The web works because browsers and such are tolerant of deviations from the standard. The web works because it has standards, not in spite of them.

You couldn't say "just connect to my server on port 80 and, uh, we'll figure out how to exchange data"


Of course there has to be some kind of minimal agreement, I didn't mean to imply otherwise. This idea, "POST to some url on some action", that's pretty minimal. You were arguing it was too little and wouldn't work, I was arguing it was just enough to build on without collapsing under the weight of expectations of miracles.

HTTP is a remarkably simple and straightforward spec compared to some others, and HTTP servers are amazingly tolerant. As a client, you can get a lot of work done knowing only GET and POST and ignoring all the different kinds of errors and redirects. I would hold up HTTP as evidence supporting what I'm saying.

Same with html. Yes, we all want our beautiful and perfect html, and we curse browsers that don't implement the specs, but honestly, renderers are so forgiving. As long as you're in the ballpark, you're going to get something something useful.

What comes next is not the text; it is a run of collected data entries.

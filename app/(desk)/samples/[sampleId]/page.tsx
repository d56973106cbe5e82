import type { Metadata } from 'next';

import { read } from '@/app/_server/read';
import { allInvented } from '@/components/sample/all-invented';
import { CompareLinks } from '@/components/sample/compare-links';
import { FitTable } from '@/components/sample/fit-table';
import { IssuedTable } from '@/components/sample/issued-table';
import { SampleFacts } from '@/components/sample/sample-facts';
import { ScanSection } from '@/components/sample/scan-section';
import { ActionButton } from '@/components/ui/action-button';
import { ButtonLink } from '@/components/ui/button-link';
import { InventedMark } from '@/components/ui/invented-mark';
import { Moment } from '@/components/ui/moment';
import { Notice } from '@/components/ui/notice';
import { PageHeader } from '@/components/ui/page-header';
import { Section } from '@/components/ui/section';
import { StateBadge } from '@/components/ui/state-badge';
import { listFits } from '@/db/access/fit/list-fits';
import { mayAct } from '@/db/access/policy';
import { listIssuedProfiles } from '@/db/access/profile/list-issued-profiles';
import { readSample } from '@/db/access/sample/read-sample';
import { listScans } from '@/db/access/scan/list-scans';
import type { SampleRow } from '@/lib/schemas/sample';

import { readViewer } from '../../read-viewer';
import { archiveSampleAction, restoreSampleAction } from '../actions';

type Props = PageProps<'/samples/[sampleId]'>;

export async function generateMetadata({ params }: Props): Promise<Metadata> {
  const sample = await read(readSample, { id: (await params).sampleId });
  return { title: sample.name };
}

export default async function SamplePage({ params }: Props) {
  const { sampleId } = await params;
  const [viewer, sample, scans, archivedScans, fits, issued] = await Promise.all([
    readViewer(),
    read(readSample, { id: sampleId }),
    read(listScans, { sampleId }),
    read(listScans, { sampleId, archived: true }),
    read(listFits, { sampleId }),
    read(listIssuedProfiles),
  ]);
  const mayEdit = mayAct(viewer, 'edit data');
  const ofSample = issued.filter((profile) => profile.sampleId === sample.id);

  return (
    <>
      <SampleHeader sample={sample} mayEdit={mayEdit} />
      {sample.archivedAt && <Archived sample={sample} mayEdit={mayEdit} />}
      <SampleFacts sample={sample} />
      <ScanSection
        sample={sample}
        scans={scans}
        archivedScans={archivedScans}
        mayAdd={mayEdit && sample.archivedAt === null}
        mayFit={mayAct(viewer, 'fit')}
      />
      <Section
        title="Fits"
        badge={allInvented(fits) && <InventedMark />}
        actions={<CompareLinks fits={fits} />}
      >
        {fits.length > 0 ? (
          <FitTable caption={`Fits of ${sample.name}`} fits={fits} withSample={false} />
        ) : (
          <p className="text-sm text-ink-2">
            {scans.length > 0 ? 'No fit yet.' : 'A fit needs an energy scan first.'}
          </p>
        )}
      </Section>
      <Section title="Issued profiles" badge={allInvented(ofSample) && <InventedMark />}>
        {ofSample.length > 0 ? (
          <IssuedTable
            caption={`Issued profiles of ${sample.name}`}
            profiles={ofSample}
            withSample={false}
          />
        ) : (
          <p className="text-sm text-ink-2">
            None yet. A fit that a reviewer accepts becomes an issued profile.
          </p>
        )}
      </Section>
    </>
  );
}

type PartProps = { sample: SampleRow; mayEdit: boolean };

function SampleHeader({ sample, mayEdit }: PartProps) {
  const input = { id: sample.id };
  return (
    <PageHeader
      breadcrumb={[{ label: 'Samples', href: '/samples' }]}
      title={sample.name}
      badge={
        <>
          {sample.archivedAt && <StateBadge state="archived" />}
          {sample.invented && <InventedMark />}
        </>
      }
      meta={[
        sample.material,
        <>
          added by {sample.createdBy}, <Moment at={sample.createdAt} dateOnly />
        </>,
      ]}
      actions={
        mayEdit && sample.archivedAt === null ? (
          <>
            <ActionButton action={archiveSampleAction} input={input} pendingLabel="Archiving …">
              Archive
            </ActionButton>
            <ButtonLink href={`/samples/${sample.id}/edit`}>Edit</ButtonLink>
            <ButtonLink variant="primary" href={`/scans/new?sample=${sample.id}`}>
              Add an energy scan
            </ButtonLink>
          </>
        ) : null
      }
    />
  );
}

function Archived({ sample, mayEdit }: PartProps) {
  return (
    <Notice
      kind="information"
      title="Archived"
      className="mt-4"
      action={
        mayEdit && (
          <ActionButton
            size="small"
            action={restoreSampleAction}
            input={{ id: sample.id }}
            pendingLabel="Restoring …"
          >
            Undo: restore the sample
          </ActionButton>
        )
      }
    >
      It is out of the lists
      {sample.archivedAt && (
        <>
          {' '}
          since <Moment at={sample.archivedAt} />
        </>
      )}
      . Nothing was deleted.
    </Notice>
  );
}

SOAP, otoh. The WS-* specs. What utter misery to work with, with their outright lies about out-of-the-box complex interoperability.


I wanted to build this forever for delicious - we served literally billions of hits per month just to sites polling RSS feeds for changes.

It's unreal how inefficient this is.

I also think XMPP feeds (as suggested by others) as another way to solve this problem is a weak way to go. Here's what I wrote at the time: http://joshua.schachter.org/2008/07/beyond-rest.html


I must say I really like this idea. I don't know why it took so long to kick in, though, it's quite simple. Finally sites don't work just as servers, but also as clients, information reflectors, mirrors or whatever.


I'd suggest that if someone loves this concept -- a meta-service that works between service and client might be very useful. Similar to FeedBurner.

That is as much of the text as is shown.